# What is needed
Tally the lines in the following entries that include the word "options"; state only the total.

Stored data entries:
>>>

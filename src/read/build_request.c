#include "read/build.h"

#include <math.h>
#include <stdint.h>
#include <stdio.h>
#include <string.h>

#include "physics/formula.h"
#include "read/suggest.h"

static size_t sections_named(const bh_conf_section *root, const char *name)
{
	size_t n = 0;

	for (size_t i = 0; i < root->section_count; i++)
		n += strcmp(root->sections[i]->name, name) == 0;
	return n;
}

static bool build_phases(bh_request *request, bh_arena *arena,
			 const bh_conf_section *root, bh_problems *problems)
{
	bool good = true;

	request->phases = bh_new(arena, bh_phase, sections_named(root, "phase"));
	if (!request->phases) {
		problems->lost = true;
		return false;
	}
	for (size_t i = 0; i < root->section_count; i++)
		if (strcmp(root->sections[i]->name, "phase") == 0)
			good = bh_build_phase(&request->phases[request->phase_count++],
					      arena, root->sections[i], problems) &&
			       good;
	return good;
}

/* One phase may leave its share out: it gets the rest. Nothing is scaled silently. */
static bool settle_shares(bh_request *request, const bh_conf_section *root,
			  bh_problems *problems)
{
	double sum = request->amorphous_frac;
	bh_phase *rest = NULL;

	for (size_t i = 0; i < request->phase_count; i++) {
		bh_phase *phase = &request->phases[i];

		if (phase->share_frac >= 0) {
			sum += phase->share_frac;
			continue;
		}
		if (rest)
			return bh_problem(problems, phase->place,
					  "phases \"%s\" and \"%s\" both have no "
					  "share\nonly one may "
					  "leave it out: it gets the rest",
					  rest->name, phase->name);
		rest = phase;
	}
	if (sum > 1 + 5e-4)
		return bh_problem(problems, root->place,
				  "the shares and the amorphous part sum to %.6g "
				  "wt%%\nallowed: 100 in "
				  "all",
				  100 * sum);
	if (rest)
		rest->share_frac = sum < 1 ? 1 - sum : 0;
	else if (sum < 1 - 5e-4)
		return bh_problem(problems, root->place,
				  "the shares sum to %.6g wt%%: %.6g wt%% is "
				  "missing\nadd it, or leave "
				  "the share of one phase out: it gets the rest",
				  100 * sum, 100 * (1 - sum));
	else
		for (size_t i = 0; i < request->phase_count; i++)
			request->phases[i].share_frac *= (1 - request->amorphous_frac) /
							 (sum - request->amorphous_frac);
	return true;
}

static bool build_specimen(bh_request *request, bh_arena *arena,
			   const bh_conf_section *root, bh_problems *problems)
{
	const bh_conf_section *s = bh_conf_section_of(root, "specimen");
	const bh_conf_entry *formula = bh_conf_entry_of(s, "amorphous_formula");
	bh_specimen *to = &request->specimen;
	bh_err err = { BH_OK, 0, 0, "", "", "" };

#define NUMBER(key) bh_conf_number(BH_FILE_REQUEST, s, "specimen", key)
	snprintf(to->holder, sizeof to->holder, "%s",
		 bh_conf_text(BH_FILE_REQUEST, s, "specimen", "holder"));
	to->length_mm = NUMBER("length_mm");
	to->width_mm = NUMBER("width_mm");
	to->thickness_mm = NUMBER("thickness_mm");
	to->packing_frac = NUMBER("packing");
	to->grain_um = NUMBER("grain_um");
	to->spin = NUMBER("spin") > 0;
	to->displacement_mm = NUMBER("displacement_mm");
	request->amorphous_frac = NUMBER("amorphous") / 100;
#undef NUMBER
	if (!formula || !*formula->values[0].text)
		return true;
	snprintf(request->amorphous_formula, sizeof request->amorphous_formula, "%s",
		 formula->values[0].text);
	if (bh_formula_read(&request->amorphous, arena, formula->values[0].text, &err))
		return true;
	return bh_problem(problems, formula->values[0].place, "%s\n%s", err.what,
			  err.hint);
}

static size_t phase_named(const bh_request *request, const bh_conf_value *value,
			  bh_problems *problems)
{
	bh_suggestion near = { 0 };
	char list[200] = "";

	for (size_t i = 0; i < request->phase_count; i++) {
		size_t used = strlen(list);

		if (strcmp(request->phases[i].name, value->text) == 0)
			return i;
		bh_suggest(&near, value->text, request->phases[i].name);
		snprintf(list + used, sizeof list - used, "%s%.40s", used ? ", " : "",
			 request->phases[i].name);
	}
	bh_problem(problems, value->place, "there is no phase \"%s\"\n%s%s%sphases: %s",
		   value->text, near.word ? "did you mean \"" : "",
		   near.word ? near.word : "", near.word ? "\"? " : "", list);
	return SIZE_MAX;
}

static bool has_rates(const bh_phase *phase)
{
	return phase->kind == BH_PHASE_ATOMS ||
	       (phase->kind == BH_PHASE_LIST && phase->corundum_ratio > 0);
}

static bool build_line_aim(bh_request *request, bh_aim *aim, bh_arena *arena,
			   const bh_conf_section *s, bh_problems *problems)
{
	const bh_conf_value *name = &bh_conf_entry_of(s, "phase")->values[0];
	double area = bh_conf_number(BH_FILE_REQUEST, s, "aim line", "area_error");
	double position =
		bh_conf_number(BH_FILE_REQUEST, s, "aim line", "position_error");
	bh_phase *phase;

	aim->phase = phase_named(request, name, problems);
	if (aim->phase == SIZE_MAX)
		return false;
	if (isnan(area) && isnan(position))
		return bh_problem(problems, s->place,
				  "the aim asks for nothing\ngive area_error (%%), "
				  "position_error (°2θ), or both");
	phase = &request->phases[aim->phase];
	if (!has_rates(phase))
		return bh_problem(problems, name->place,
				  "\"%s\" has no rates: nothing is known of its "
				  "counts\ngive it atoms, or "
				  "a d list with a corundum_ratio; or drop the aim",
				  phase->name);
	if (!(phase->share_frac > 0))
		return bh_problem(problems, name->place,
				  "the share of \"%s\" is 0: its lines have no "
				  "counts\ngive it a share, or drop the aim",
				  phase->name);
	aim->target = bh_build_target(phase, arena,
				      &bh_conf_entry_of(s, "plane")->values[0], problems);
	aim->area_error_frac = isnan(area) ? 0 : area / 100;
	aim->position_error_deg = isnan(position) ? 0 : position;
	return aim->target != SIZE_MAX;
}

static bool build_aims(bh_request *request, bh_arena *arena, const bh_conf_section *root,
		       bh_problems *problems)
{
	bool good = true;

	request->aims = bh_new(arena, bh_aim, sections_named(root, "aim"));
	if (!request->aims) {
		problems->lost = true;
		return false;
	}
	for (size_t i = 0; i < root->section_count; i++) {
		const bh_conf_section *s = root->sections[i];
		bh_aim *aim = &request->aims[request->aim_count];

		if (strcmp(s->name, "aim") != 0)
			continue;
		request->aim_count++;
		aim->place = s->place;
		aim->kind = strcmp(s->key_section, "aim line") == 0 ? BH_AIM_LINE
								    : BH_AIM_SURVEY;
		if (aim->kind == BH_AIM_LINE)
			good = build_line_aim(request, aim, arena, s, problems) && good;
		else
			aim->at_frac =
				bh_conf_number(BH_FILE_REQUEST, s, "aim survey", "at") /
				100;
	}
	return good;
}

/* With no aim: each target's area to 3 %, and a survey at 5 wt%. */
static bool default_aims(bh_request *request, bh_arena *arena, bh_problems *problems)
{
	static const double area_error_frac = 0.03, survey_frac = 0.05;
	size_t most = 1;

	for (size_t i = 0; i < request->phase_count; i++)
		most += request->phases[i].target_count;
	request->aims = bh_new(arena, bh_aim, most);
	if (!request->aims) {
		problems->lost = true;
		return false;
	}
	for (size_t i = 0; i < request->phase_count; i++) {
		const bh_phase *phase = &request->phases[i];

		for (size_t k = 0; k < phase->target_count; k++)
			if (has_rates(phase) && phase->share_frac > 0)
				request->aims[request->aim_count++] =
					(bh_aim){ .kind = BH_AIM_LINE,
						  .phase = i,
						  .target = k,
						  .area_error_frac = area_error_frac,
						  .by_default = true };
	}
	request->aims[request->aim_count++] = (bh_aim){ .kind = BH_AIM_SURVEY,
							.at_frac = survey_frac,
							.by_default = true };
	return true;
}

static const bh_anode *offered(const bh_instrument *instrument, const char *symbol)
{
	for (size_t i = 0; i < instrument->tube_count; i++)
		if (strcmp(instrument->tubes[i].anode->symbol, symbol) == 0)
			return instrument->tubes[i].anode;
	return NULL;
}

static bool add_anode(bh_request *request, const char *symbol, bh_place place,
		      bh_problems *problems)
{
	const bh_anode *anode = offered(request->instrument, symbol);
	char list[80] = "";

	for (size_t i = 0; i < request->instrument->tube_count; i++) {
		size_t used = strlen(list);

		snprintf(list + used, sizeof list - used, "%s%s", used ? ", " : "",
			 request->instrument->tubes[i].anode->symbol);
	}
	if (!anode)
		return bh_problem(problems, place, "%s has no %.40s tube\nit offers: %s",
				  request->instrument->name, symbol, list);
	for (size_t i = 0; i < request->anode_count; i++)
		if (request->anodes[i] == anode)
			return bh_problem(problems, place,
					  "anode %s is given twice\ngive it once",
					  symbol);
	request->anodes[request->anode_count++] = anode;
	return true;
}

static bool choose_anodes(bh_request *request, const bh_conf_section *root,
			  const bh_read_options *options, bh_problems *problems)
{
	const bh_conf_entry *given = bh_conf_entry_of(root, "anodes");
	bool good = true;

	if (options->anode)
		return add_anode(request, options->anode, (bh_place){ "--anode", 0, 0 },
				 problems);
	for (size_t i = 0; given && i < given->count; i++)
		good = add_anode(request, given->values[i].text, given->values[i].place,
				 problems) &&
		       good;
	for (size_t i = 0; !given && i < request->instrument->tube_count; i++)
		request->anodes[request->anode_count++] =
			request->instrument->tubes[i].anode;
	return good;
}

static bool limits(bh_request *request, const bh_conf_section *root,
		   bh_problems *problems)
{
	const bh_conf_entry *given = bh_conf_entry_of(root, "two_theta");
	const bh_instrument *instrument = request->instrument;

	request->two_theta_min_deg = fmax(instrument->two_theta_min_deg, 0.1);
	request->two_theta_max_deg = instrument->two_theta_max_deg;
	if (!given)
		return true;
	if (given->count != 2 || !(given->values[0].number < given->values[1].number))
		return bh_problem(
			problems, given->place,
			"\"two_theta\" is not {low, high}\ntwo angles, the lower first");
	request->two_theta_given = true;
	request->two_theta_min_deg =
		fmax(request->two_theta_min_deg, given->values[0].number);
	request->two_theta_max_deg =
		fmin(request->two_theta_max_deg, given->values[1].number);
	if (request->two_theta_max_deg - request->two_theta_min_deg >= 0.5)
		return true;
	return bh_problem(problems, given->place,
			  "\"two_theta\" leaves %s less than half a degree\nits arms "
			  "reach %g to %g°",
			  instrument->name, instrument->two_theta_min_deg,
			  instrument->two_theta_max_deg);
}

bool bh_build_request(bh_request *request, bh_arena *arena, const bh_conf_section *root,
		      const bh_read_options *options, bh_problems *problems)
{
	const bh_conf_section *booking = bh_conf_section_of(root, "booking");
	double longest = bh_conf_number(BH_FILE_REQUEST, booking, "booking", "longest");
	bool good = problems->count == 0;

	snprintf(request->title, sizeof request->title, "%s",
		 bh_conf_text(BH_FILE_REQUEST, root, "", "title"));
	request->booking.longest_s = isnan(longest) ? 0 : longest;
	request->booking.most_ranges = (size_t)bh_conf_number(BH_FILE_REQUEST, booking,
							      "booking", "most_ranges");
	request->booking.reserve_frac =
		bh_conf_number(BH_FILE_REQUEST, booking, "booking", "reserve") / 100;
	request->share_factor =
		bh_conf_number(BH_FILE_REQUEST, bh_conf_section_of(root, "unsure"),
			       "unsure", "share_factor");
	good = build_specimen(request, arena, root, problems) && good;
	good = build_phases(request, arena, root, problems) && good;
	if (request->instrument) {
		good = choose_anodes(request, root, options, problems) && good;
		good = limits(request, root, problems) && good;
	}
	if (!good) /* what follows needs all of the phases */
		return false;
	if (!settle_shares(request, root, problems) ||
	    !build_aims(request, arena, root, problems))
		return false;
	return request->aim_count > 0 || default_aims(request, arena, problems);
}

<<<

# Written reply
5